Exercise brief: From the entries below, gather every line containing the string "that".
Data for this task Start Marker
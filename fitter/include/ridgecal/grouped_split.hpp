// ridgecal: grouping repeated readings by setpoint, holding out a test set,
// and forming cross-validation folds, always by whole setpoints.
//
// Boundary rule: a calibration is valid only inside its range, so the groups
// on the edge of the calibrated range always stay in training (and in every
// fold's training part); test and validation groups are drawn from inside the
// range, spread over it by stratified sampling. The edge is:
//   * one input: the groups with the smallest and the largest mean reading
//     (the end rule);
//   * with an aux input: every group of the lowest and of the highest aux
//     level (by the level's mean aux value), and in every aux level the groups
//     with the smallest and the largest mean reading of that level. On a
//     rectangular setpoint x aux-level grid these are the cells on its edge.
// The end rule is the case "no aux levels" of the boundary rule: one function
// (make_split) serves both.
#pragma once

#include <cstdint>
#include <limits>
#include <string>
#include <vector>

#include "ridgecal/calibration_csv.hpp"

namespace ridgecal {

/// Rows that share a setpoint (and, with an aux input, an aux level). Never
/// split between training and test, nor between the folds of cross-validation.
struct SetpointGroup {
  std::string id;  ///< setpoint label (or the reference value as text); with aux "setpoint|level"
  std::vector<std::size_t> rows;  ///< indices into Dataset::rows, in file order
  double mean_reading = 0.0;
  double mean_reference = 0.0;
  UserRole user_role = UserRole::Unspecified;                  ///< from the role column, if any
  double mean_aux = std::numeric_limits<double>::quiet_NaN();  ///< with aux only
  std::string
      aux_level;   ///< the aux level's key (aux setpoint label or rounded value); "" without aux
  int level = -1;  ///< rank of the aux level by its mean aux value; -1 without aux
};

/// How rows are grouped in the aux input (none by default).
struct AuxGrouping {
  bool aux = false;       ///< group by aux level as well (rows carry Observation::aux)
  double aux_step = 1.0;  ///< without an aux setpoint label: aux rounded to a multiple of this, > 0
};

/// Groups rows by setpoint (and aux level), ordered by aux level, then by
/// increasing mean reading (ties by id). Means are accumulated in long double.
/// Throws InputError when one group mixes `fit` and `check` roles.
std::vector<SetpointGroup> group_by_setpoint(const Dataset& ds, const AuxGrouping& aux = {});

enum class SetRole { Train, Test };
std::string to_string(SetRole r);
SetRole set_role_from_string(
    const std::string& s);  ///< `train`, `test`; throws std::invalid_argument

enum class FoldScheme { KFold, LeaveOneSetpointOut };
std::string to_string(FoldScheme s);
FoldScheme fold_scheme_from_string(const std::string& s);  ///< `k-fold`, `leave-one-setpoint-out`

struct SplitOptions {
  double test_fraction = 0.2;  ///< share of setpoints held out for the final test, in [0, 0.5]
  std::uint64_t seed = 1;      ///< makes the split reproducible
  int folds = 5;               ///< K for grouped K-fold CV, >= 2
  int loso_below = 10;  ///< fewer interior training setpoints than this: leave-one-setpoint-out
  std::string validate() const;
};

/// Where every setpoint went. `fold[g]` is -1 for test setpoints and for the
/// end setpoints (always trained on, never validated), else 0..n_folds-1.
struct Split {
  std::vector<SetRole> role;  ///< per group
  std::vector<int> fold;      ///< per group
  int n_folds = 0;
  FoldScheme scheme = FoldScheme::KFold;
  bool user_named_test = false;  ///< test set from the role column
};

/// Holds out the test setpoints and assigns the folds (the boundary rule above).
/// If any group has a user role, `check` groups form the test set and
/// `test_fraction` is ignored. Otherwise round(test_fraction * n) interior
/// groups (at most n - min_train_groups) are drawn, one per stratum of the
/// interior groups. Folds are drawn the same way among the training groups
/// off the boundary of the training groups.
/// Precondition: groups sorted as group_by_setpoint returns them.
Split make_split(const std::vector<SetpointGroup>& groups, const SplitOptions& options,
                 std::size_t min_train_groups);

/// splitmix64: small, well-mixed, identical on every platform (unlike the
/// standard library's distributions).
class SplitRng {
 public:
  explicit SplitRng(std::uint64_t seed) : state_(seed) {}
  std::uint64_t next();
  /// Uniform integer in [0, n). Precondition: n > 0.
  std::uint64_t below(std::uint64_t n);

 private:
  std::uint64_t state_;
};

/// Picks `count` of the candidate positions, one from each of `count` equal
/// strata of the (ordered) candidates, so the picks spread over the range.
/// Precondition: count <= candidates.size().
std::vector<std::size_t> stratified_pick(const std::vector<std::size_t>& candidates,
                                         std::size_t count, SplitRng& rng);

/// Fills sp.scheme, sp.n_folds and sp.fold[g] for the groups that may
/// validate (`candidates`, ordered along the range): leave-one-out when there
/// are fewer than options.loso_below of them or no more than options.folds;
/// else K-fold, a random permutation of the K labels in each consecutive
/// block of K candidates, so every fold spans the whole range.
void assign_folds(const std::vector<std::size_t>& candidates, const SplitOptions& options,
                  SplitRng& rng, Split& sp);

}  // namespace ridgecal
Data for this task End Marker
Task result:
//     with the smallest and the largest mean reading of that level. On a
/// Rows that share a setpoint (and, with an aux input, an aux level). Never
/// Fills sp.scheme, sp.n_folds and sp.fold[g] for the groups that may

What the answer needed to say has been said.